Output Format
The Iai-Callgrind output can be customized with command-line arguments. But, the fine-grained terminal output format is adjusted in the benchmark itself. For example truncating the description, showing a grid, .... Please read the docs for further details.

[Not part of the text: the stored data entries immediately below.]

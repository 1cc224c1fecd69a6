import { error, fail, redirect } from '@sveltejs/kit';
import { and, asc, eq } from 'drizzle-orm';
import { anyUuid } from '$lib/server/db/any';
import { PLANNERS, requireRole } from '$lib/server/auth/guard';
import { db } from '$lib/server/db';
import { props } from '$lib/server/db/schema';
import { config } from '$lib/server/config';
import { standDown, standDownPreview } from '$lib/server/checklists/signoff';
import { currentChecklist } from '$lib/server/checklists/copies';
import { scenesForShow } from '$lib/server/scenes/for-show';
import { getShow } from '$lib/server/schedule/shows';
import { noticeRunSheetChanges } from '$lib/server/runsheets/send';
import { standDownSchema } from '$lib/schemas/checklist';
import { keep, parseForm } from '$lib/server/forms';
import type { Actions, PageServerLoad } from './$types';

const SEARCH_FROM = 30;
const LISTED_MATCHES = 50;

export const load: PageServerLoad = async (event) => {
	const venue = requireRole(event, ...PLANNERS);
	const show = await getShow(db, venue.id, event.params.show);
	if (!show) error(404, 'There is no such show.');
	const [{ view: checklist }, night] = await Promise.all([
		currentChecklist(db, venue, show.id),
		scenesForShow(db, venue.id, show.id)
	]);
	const ids = [...new Set(night.flatMap((s) => s.propIds))];
	const down = new Set(checklist.standDowns.map((d) => d.propId));
	const failing = checklist.checks.filter((c) => c.latest?.outcome === 'fail' && c.propId);
	const rows = ids.length
		? await db
				.select({ id: props.id, name: props.name })
				.from(props)
				.where(and(eq(props.venueId, venue.id), anyUuid(props.id, ids)))
				.orderBy(asc(props.name))
		: [];
	const choices = rows
		.filter((p) => !down.has(p.id))
		.map((p) => ({
			...p,
			failed: failing.filter((c) => c.propId === p.id).map((c) => c.label)
		}));
	// The prop asked for, else the first failing one: a stand-down nearly always follows a failure.
	const asked = event.url.searchParams.get('prop');
	const chosen =
		choices.find((p) => p.id === asked) ?? choices.find((p) => p.failed.length) ?? null;
	// A large venue has thousands of props on a night: past a short list the picker searches by name,
	// and always keeps the failing props and the chosen one in view.
	const q = (event.url.searchParams.get('q') ?? '').trim().slice(0, 100);
	const searchable = choices.length > SEARCH_FROM;
	const needle = q.toLocaleLowerCase();
	const matching = searchable
		? choices.filter((p) => needle !== '' && p.name.toLocaleLowerCase().includes(needle))
		: choices;
	const listed = searchable
		? choices.filter(
				(p) =>
					p.failed.length ||
					p.id === chosen?.id ||
					matching.slice(0, LISTED_MATCHES).some((m) => m.id === p.id)
			)
		: choices;
	const preview =
		chosen && !checklist.signOff
			? await standDownPreview(db, venue, show.id, chosen.id, config.origin)
			: null;
	return {
		show: { id: show.id, date: show.date },
		signed: checklist.signOff !== null,
		choices: listed,
		total: choices.length,
		search: searchable ? { q, matched: matching.length, listed: LISTED_MATCHES } : null,
		chosen: chosen?.id ?? null,
		alreadyDown: checklist.standDowns.find((d) => d.propId === asked)?.propName ?? null,
		preview
	};
};

export const actions: Actions = {
	default: async (event) => {
		const venue = requireRole(event, ...PLANNERS);
		const show = await getShow(db, venue.id, event.params.show);
		if (!show) return fail(404, { message: 'That show no longer exists.' });
		const parsed = await parseForm(event.request, standDownSchema);
		if (!parsed.ok) return fail(400, { values: keep(parsed.raw), errors: parsed.errors });
		const done = await standDown(db, venue, show.id, event.locals.person!.id, parsed.data);
		if (!done.ok)
			return fail(400, { values: keep(parsed.raw), errors: { propId: [done.message] } });
		// Crew who already have a run sheet learn that the prop is held in its safe state tonight.
		await noticeRunSheetChanges(db, venue.id, show.id, event);
		redirect(
			303,
			`/v/${venue.slug}/shows/${show.id}?stood=${parsed.data.propId}#stooddown-heading`
		);
	}
};
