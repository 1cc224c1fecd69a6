import { fail } from '@sveltejs/kit';
import { desc, eq } from 'drizzle-orm';
import { requireRole } from '$lib/server/auth/guard';
import { audit } from '$lib/server/audit';
import { db } from '$lib/server/db';
import { mailMessages, users } from '$lib/server/db/schema';
import { parseForm } from '$lib/server/forms';
import { findMail } from '$lib/server/mail/outbox';
import { resendMail } from '$lib/server/mail/queue';
import { MembershipError, isMemberAddress } from '$lib/server/venues/members';
import { resendInvitationMail } from '$lib/server/venues/invite-mail';
import { resendSchema } from '$lib/schemas/mail';
import type { Actions, PageServerLoad } from './$types';

export const load: PageServerLoad = async (event) => {
	const venue = requireRole(event, 'owner', 'show_manager');
	const messages = await db
		.select({
			id: mailMessages.id,
			kind: mailMessages.kind,
			recipient: mailMessages.recipient,
			subject: mailMessages.subject,
			status: mailMessages.status,
			attempts: mailMessages.attempts,
			lastError: mailMessages.lastError,
			queuedAt: mailMessages.queuedAt,
			sentAt: mailMessages.sentAt,
			resendOf: mailMessages.resendOf,
			attachments: mailMessages.attachments,
			queuedBy: users.name,
			queuedByEmail: users.email
		})
		.from(mailMessages)
		.leftJoin(users, eq(users.id, mailMessages.queuedBy))
		.where(eq(mailMessages.venueId, venue.id))
		.orderBy(desc(mailMessages.queuedAt), desc(mailMessages.id))
		.limit(200);
	return {
		messages: messages.map(({ attachments, ...m }) => ({
			...m,
			attachments: attachments.map((a) => a.filename)
		}))
	};
};

export const actions: Actions = {
	resend: async (event) => {
		const venue = requireRole(event, 'owner', 'show_manager');
		const person = event.locals.person!;
		const parsed = await parseForm(event.request, resendSchema);
		if (!parsed.ok) return fail(400, { message: 'That message does not exist.' });
		const original = await findMail(db, venue.id, parsed.data.id);
		if (!original) return fail(400, { message: 'That message does not exist.' });
		// Re-sending an invitation issues a new link to join the venue: that stays with owners.
		if (original.kind === 'invitation' && venue.role !== 'owner')
			return fail(403, { message: 'Only an owner can send an invitation again.' });
		// Venue mail goes only to people who still belong to the venue.
		if (
			original.kind !== 'invitation' &&
			!(await isMemberAddress(db, venue.id, original.recipient))
		)
			return fail(400, {
				message: `${original.recipient} no longer belongs to this venue, so the message was not sent again.`
			});
		let fresh;
		try {
			fresh =
				original.kind === 'invitation'
					? await resendInvitationMail(db, venue, original, person)
					: await resendMail(db, original, person.id);
		} catch (e) {
			if (e instanceof MembershipError) return fail(400, { message: e.message });
			console.error('re-send failed', e);
			return fail(503, {
				message: `The e-mail to ${original.recipient} could not be queued again. Try again in a minute.`
			});
		}
		await audit(db, {
			venueId: venue.id,
			personId: person.id,
			action: 'mail.resent',
			detail: { to: original.recipient, subject: original.subject }
		});
		return { resentTo: fresh.recipient };
	}
};
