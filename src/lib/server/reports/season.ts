// The season report's figures: nights, guests, uptime per prop and for the venue, faults by prop
// and by room, incidents by kind. A fixed number of statements whatever the size of the season
// (grouped in SQL, no query per prop or per night); the maths is src/lib/reports/uptime.ts.
import { and, asc, eq, inArray, lte, or, gte, sql } from 'drizzle-orm';
import type { Db } from '$lib/server/db/client';
import {
	faultEvents,
	faults,
	guestCounts,
	incidents,
	props,
	rooms,
	shows,
	signOffs,
	standDowns
} from '$lib/server/db/schema';
import { faultState, verifiedAt, type FaultSeverity } from '$lib/faults/downtime';
import { mostDowntime, seasonUptime, type PropUptime } from '$lib/reports/uptime';
import { notRestored } from '$lib/server/scenes/for-show';
import type { IncidentKind } from '$lib/schemas/incident-words';

type Reader = Pick<Db, 'select' | 'selectDistinctOn'>;
const DAY = 86_400_000;
const IN_SERVICE = new Set(['installed', 'show_ready', 'stood_down']);

export interface SeasonReport {
	nights: {
		id: string;
		date: string;
		status: 'scheduled' | 'cancelled' | 'dark';
		begun: boolean;
		signedOff: boolean;
		guests: number | null;
	}[];
	totals: {
		scheduled: number;
		run: number;
		signedOff: number;
		dark: number;
		cancelled: number;
		guests: number;
		counted: number;
	};
	showMinutes: number;
	venue: Omit<PropUptime, 'propId'>;
	props: (PropUptime & { name: string; roomName: string | null })[];
	mostDown: (PropUptime & { name: string; roomName: string | null })[];
	faultsByProp: { propId: string; name: string; roomName: string | null; counts: SeverityCounts }[];
	faultsByRoom: { roomId: string | null; name: string | null; counts: SeverityCounts }[];
	incidentsByKind: { kind: IncidentKind; count: number; stoppedMinutes: number }[];
}
export type SeverityCounts = Record<FaultSeverity, number> & { total: number };

const noCounts = (): SeverityCounts => ({ stops_scene: 0, degraded: 0, cosmetic: 0, total: 0 });

export async function seasonReport(
	db: Reader,
	venueId: string,
	season: { id: string; darkNights: string[] },
	now = new Date()
): Promise<SeasonReport> {
	const seasonId = season.id;
	const seasonShowIds = db
		.select({ id: shows.id })
		.from(shows)
		.where(and(eq(shows.venueId, venueId), eq(shows.seasonId, seasonId)));
	const [nightRows, counts, propRows, downs, incidentRows] = await Promise.all([
		db
			.select({
				id: shows.id,
				date: shows.date,
				status: shows.status,
				doorsOpen: shows.doorsOpen,
				doorsClose: shows.doorsClose,
				signedOff: sql<boolean>`(${signOffs.id} is not null)`
			})
			.from(shows)
			.leftJoin(signOffs, eq(signOffs.showId, shows.id))
			.where(and(eq(shows.venueId, venueId), eq(shows.seasonId, seasonId)))
			.orderBy(asc(shows.date)),
		// The latest count of each night.
		db
			.selectDistinctOn([guestCounts.showId], {
				showId: guestCounts.showId,
				guests: guestCounts.guests
			})
			.from(guestCounts)
			.where(and(eq(guestCounts.venueId, venueId), inArray(guestCounts.showId, seasonShowIds)))
			.orderBy(guestCounts.showId, sql`${guestCounts.at} desc`, sql`${guestCounts.id} desc`),
		db
			.select({ id: props.id, name: props.name, status: props.status, roomName: rooms.name })
			.from(props)
			.leftJoin(rooms, eq(rooms.id, props.roomId))
			.where(eq(props.venueId, venueId))
			.orderBy(asc(props.name)),
		db
			.select({ propId: standDowns.propId, showId: standDowns.showId })
			.from(standDowns)
			.where(
				and(
					eq(standDowns.venueId, venueId),
					inArray(standDowns.showId, seasonShowIds),
					notRestored()
				)
			),
		db
			.select({
				kind: incidents.kind,
				count: sql<number>`count(*)::int`,
				stoppedMinutes: sql<number>`coalesce(sum(${incidents.stoppedMinutes}), 0)::int`
			})
			.from(incidents)
			.where(and(eq(incidents.venueId, venueId), inArray(incidents.showId, seasonShowIds)))
			.groupBy(incidents.kind)
	]);

	const scheduled = nightRows.filter((n) => n.status === 'scheduled');
	const begun = (n: { doorsOpen: Date }) => n.doorsOpen.getTime() < now.getTime();
	const run = scheduled.filter(begun);
	const guestsOf = new Map(counts.map((c) => [c.showId, c.guests]));

	// Faults that matter to the season: any reported on its nights (a day either side, for the
	// pre-show and close-of-night reports), and earlier "stops the scene" ones still down then.
	const from = scheduled.length ? new Date(scheduled[0].doorsOpen.getTime() - DAY) : now;
	const to = new Date(
		(run.length ? run[run.length - 1].doorsClose.getTime() : from.getTime()) + DAY
	);
	const faultRows = scheduled.length
		? await db
				.select({
					id: faults.id,
					propId: faults.propId,
					roomId: faults.roomId,
					roomName: rooms.name,
					severity: faults.severity,
					reportedAt: faults.reportedAt
				})
				.from(faults)
				.leftJoin(rooms, eq(rooms.id, faults.roomId))
				.where(
					and(
						eq(faults.venueId, venueId),
						lte(faults.reportedAt, to),
						or(gte(faults.reportedAt, from), eq(faults.severity, 'stops_scene'))
					)
				)
		: [];
	const stopping = faultRows.filter((f) => f.severity === 'stops_scene');
	const events = stopping.length
		? await db
				.select({
					faultId: faultEvents.faultId,
					kind: faultEvents.kind,
					at: faultEvents.at,
					passed: faultEvents.passed
				})
				.from(faultEvents)
				.where(
					and(
						eq(faultEvents.venueId, venueId),
						inArray(
							faultEvents.faultId,
							stopping.map((f) => f.id)
						)
					)
				)
				.orderBy(asc(faultEvents.at))
		: [];
	const eventsOf = new Map<string, typeof events>();
	for (const e of events) {
		const list = eventsOf.get(e.faultId);
		if (list) list.push(e);
		else eventsOf.set(e.faultId, [e]);
	}

	// The props in service (installed, show-ready, stood down), and any other that was down.
	const wasDown = new Set([...stopping.map((f) => f.propId), ...downs.map((d) => d.propId)]);
	const counted = propRows.filter((p) => IN_SERVICE.has(p.status) || wasDown.has(p.id));
	const uptime = seasonUptime({
		nights: scheduled,
		propIds: counted.map((p) => p.id),
		faults: stopping.map((f) => {
			const mine = eventsOf.get(f.id) ?? [];
			const state = faultState(mine);
			return {
				propId: f.propId,
				reportedAt: f.reportedAt,
				verifiedAt: state === 'verified' || state === 'closed' ? verifiedAt(mine) : null
			};
		}),
		standDowns: downs,
		now
	});
	const propOf = new Map(propRows.map((p) => [p.id, p]));
	const named = uptime.props.map((u) => ({
		...u,
		name: propOf.get(u.propId)!.name,
		roomName: propOf.get(u.propId)!.roomName
	}));

	// Faults by prop and by room: those reported on the season's nights only.
	const inSeason = faultRows.filter((f) => f.reportedAt >= from);
	const byProp = new Map<string, SeverityCounts>();
	const byRoom = new Map<string | null, { name: string | null; counts: SeverityCounts }>();
	for (const f of inSeason) {
		const p = byProp.get(f.propId) ?? noCounts();
		p[f.severity]++;
		p.total++;
		byProp.set(f.propId, p);
		const r = byRoom.get(f.roomId) ?? { name: f.roomName, counts: noCounts() };
		r.counts[f.severity]++;
		r.counts.total++;
		byRoom.set(f.roomId, r);
	}

	return {
		nights: nightRows.map((n) => ({
			id: n.id,
			date: n.date,
			status: n.status,
			begun: begun(n),
			signedOff: n.signedOff,
			guests: guestsOf.get(n.id) ?? null
		})),
		totals: {
			scheduled: scheduled.length,
			run: run.length,
			signedOff: nightRows.filter((n) => n.signedOff).length,
			// Nights marked dark, and the season's dark nights the rule leaves out (no show row).
			dark:
				nightRows.filter((n) => n.status === 'dark').length +
				season.darkNights.filter((d) => !nightRows.some((n) => n.date === d)).length,
			cancelled: nightRows.filter((n) => n.status === 'cancelled').length,
			guests: counts.reduce((s, c) => s + c.guests, 0),
			counted: counts.length
		},
		showMinutes: uptime.showMinutes,
		venue: uptime.venue,
		props: named,
		mostDown: mostDowntime(named),
		faultsByProp: [...byProp]
			.map(([propId, c]) => ({
				propId,
				name: propOf.get(propId)?.name ?? 'A removed prop',
				roomName: propOf.get(propId)?.roomName ?? null,
				counts: c
			}))
			.sort((a, b) => b.counts.total - a.counts.total || a.name.localeCompare(b.name)),
		faultsByRoom: [...byRoom]
			.map(([roomId, r]) => ({ roomId, ...r }))
			.sort((a, b) => b.counts.total - a.counts.total),
		incidentsByKind: incidentRows
			.map((r) => ({ kind: r.kind, count: r.count, stoppedMinutes: r.stoppedMinutes }))
			.sort((a, b) => b.count - a.count)
	};
}
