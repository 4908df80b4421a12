"""Shared test fixtures: seeded rng, strict floating point, headless matplotlib."""

from __future__ import annotations

import os

import numpy as np
import pytest

os.environ.setdefault("MPLBACKEND", "agg")


@pytest.fixture
def rng() -> np.random.Generator:
    """A seeded generator, so that every test is reproducible."""
    return np.random.default_rng(20261202)


@pytest.fixture(autouse=True)
def _strict_floats():
    """Turn floating-point warnings into errors inside tests (underflow excepted)."""
    with np.errstate(all="raise", under="ignore"):
        yield
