"""Figures in rdcheck's own style: stability by line style, branch kind by colour, regimes as shaded bands."""

from __future__ import annotations

from collections.abc import Sequence
from contextlib import contextmanager

import numpy as np

__all__ = ["BRANCH_COLOURS", "FIELD_MAP", "REGIME_SHADES", "plot_prediction", "plot_simulation", "rdcheck_style"]

#: Branch kinds; hues chosen to stay distinct under the common colour-vision deficiencies.
BRANCH_COLOURS = {"global": "#1f5f8b", "local": "#c8621b", "periodic": "#6b4c9a"}

#: Light tints behind the curves, one per spike-limit regime.
REGIME_SHADES = {
    "no-pattern": "#ececec",
    "pulse-triggered": "#f7e7b4",
    "self-patterning": "#cfe3f1",
    "self-oscillating": "#ecd3e4",
    "unresolved": "#ffffff",
}

#: Sequential colour map for concentration fields (perceptually uniform, readable in grey).
FIELD_MAP = "cividis"

_STYLE = {
    "figure.figsize": (6.4, 4.0),
    "figure.dpi": 120,
    "savefig.dpi": 200,
    "savefig.bbox": "tight",
    "font.size": 9.5,
    "axes.spines.top": False,
    "axes.spines.right": False,
    "axes.grid": False,
    "axes.titlesize": 10,
    "axes.titleweight": "bold",
    "axes.titlelocation": "left",
    "legend.frameon": False,
    "lines.linewidth": 1.6,
    "xtick.direction": "out",
    "ytick.direction": "out",
}


@contextmanager
def rdcheck_style():
    """Matplotlib settings of our own, restored on exit."""
    import matplotlib as mpl

    with mpl.rc_context(_STYLE):
        yield


def _draw_branch(ax, x: np.ndarray, y: np.ndarray, stable: np.ndarray, colour: str) -> None:
    """A branch drawn solid where stable at both ends of a segment, dashed otherwise; NaN leaves a gap."""
    if len(x) == 1:
        ax.plot(x, y, "o" if stable[0] else "x", color=colour, mfc=colour if stable[0] else "none")
        return
    solid = stable[:-1] & stable[1:]
    start = 0
    for i in range(1, len(solid) + 1):
        if i == len(solid) or solid[i] != solid[start]:
            ax.plot(x[start:i + 1], y[start:i + 1], "-" if solid[start] else "--", color=colour)
            start = i


def _shade_regimes(ax, x: np.ndarray, regimes: Sequence[str]) -> None:
    edges = np.concatenate([[x[0]], 0.5 * (x[1:] + x[:-1]), [x[-1]]]) if len(x) > 1 else np.array([x[0], x[0]])
    seen = set()
    for i, regime in enumerate(regimes):
        label = regime if regime not in seen else None
        seen.add(regime)
        hatch = "//" if regime == "unresolved" else None
        ax.axvspan(edges[i], edges[i + 1], color=REGIME_SHADES.get(regime, "#ffffff"), lw=0, label=label,
                   hatch=hatch, zorder=0)


def plot_prediction(case, model, points, path: str) -> None:
    """States of the first slow species against the sweep parameter, regimes shaded, saved to ``path``."""
    import matplotlib

    matplotlib.use("Agg")
    import matplotlib.pyplot as plt

    slow_index = int(np.flatnonzero(model.slow)[0])
    local_index = 0
    x = np.array([p.value for p in points])
    with rdcheck_style():
        fig, ax = plt.subplots()
        _shade_regimes(ax, x, [p.regime for p in points])
        hss = np.array([p.hss[slow_index] if p.hss is not None else np.nan for p in points])
        hss_stable = np.array([bool(p.spike is not None and p.spike.spike_stable and p.spike.well_mixed_stable)
                               for p in points])
        _draw_branch(ax, x, hss, hss_stable, BRANCH_COLOURS["global"])
        for i, p in enumerate(points):
            if p.spike is None:
                continue
            for state in p.spike.local_states:
                marker = "o" if state.stable else "x"
                ax.plot(x[i], state.values[local_index], marker, ms=3.2, color=BRANCH_COLOURS["local"],
                        mfc=BRANCH_COLOURS["local"] if state.stable else "none")
        ax.plot([], [], "-", color=BRANCH_COLOURS["global"], label="HSS (stable)")
        ax.plot([], [], "--", color=BRANCH_COLOURS["global"], label="HSS (unstable)")
        ax.plot([], [], "o", ms=3.2, color=BRANCH_COLOURS["local"], label="local state (stable)")
        ax.plot([], [], "x", ms=3.2, color=BRANCH_COLOURS["local"], label="local state (unstable)")
        ax.set_xlabel(case.sweep.parameter)
        ax.set_ylabel(f"{model.species[slow_index]} (slow)")
        ax.set_title(f"{model.name}: spike-limit states and regimes")
        ax.legend(loc="center left", bbox_to_anchor=(1.01, 0.5), fontsize=8)
        fig.savefig(path)
        plt.close(fig)


def _field_axes(ax, fig, result, values: np.ndarray, title: str) -> None:
    """One 2D field on its nodes: an image on uniform grids, a triangulated colour plot otherwise."""
    import matplotlib.tri as mtri

    x, y = result.coords[:, 0], result.coords[:, 1]
    tri = mtri.Triangulation(x, y)
    art = ax.tripcolor(tri, values, shading="gouraud", cmap=FIELD_MAP)
    ax.set_aspect("equal")
    ax.set_title(title)
    ax.set_axis_off()
    fig.colorbar(art, ax=ax, shrink=0.8)


def plot_simulation(path: str, model, result) -> None:
    """A space-time picture of every species (1D), or the final state of every species (2D)."""
    import matplotlib

    matplotlib.use("Agg")
    import matplotlib.pyplot as plt

    n = len(model.species)
    label = f"{model.name}, {result.start.label()}: {result.outcome.outcome}"
    with rdcheck_style():
        fig, axes = plt.subplots(1, n, figsize=(3.4 * n, 3.2), squeeze=False)
        for i, ax in enumerate(axes[0]):
            name = model.species[i]
            if result.dim == 1:
                x = result.coords[:, 0]
                order = np.argsort(x)
                t = result.run.snap_t
                field = result.run.snap_u[:, i, order]
                art = ax.pcolormesh(x[order], t, field, shading="nearest", cmap=FIELD_MAP)
                ax.set_xlabel("x")
                ax.set_ylabel("t" if i == 0 else "")
                ax.set_title(name)
                fig.colorbar(art, ax=ax, shrink=0.8)
            else:
                _field_axes(ax, fig, result, result.run.u[i], f"{name} at t = {result.run.t_final:.4g}")
        fig.suptitle(label, x=0.01, ha="left", fontsize=10, fontweight="bold")
        fig.savefig(path)
        plt.close(fig)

In this section, I want to point out the possibility to show the cache misses, and in the same manner cache miss rates and cache hit rates in the Iai-Callgrind output.
Showing cache misses
A default Iai-Callgrind benchmark run displays the following metrics:
test_lib_bench_readme_example_fibonacci::bench_fibonacci_group::bench_fibonacci short:10
Instructions: 1734|1734 (No change)
L1 Hits: 2359|2359 (No change)
LL Hits: 0|0 (No change)
RAM Hits: 3|3 (No change)
Total read+write: 2362|2362 (No change)
Estimated Cycles: 2464|2464 (No change)
Iai-Callgrind result: Ok. 1 without regressions; 0 regressed; 1 benchmarks finished in 0.49333s
The cache and ram hits, Total read+write
and Estimated Cycles
are actually
not part of the original collected callgrind metrics but calculated from them.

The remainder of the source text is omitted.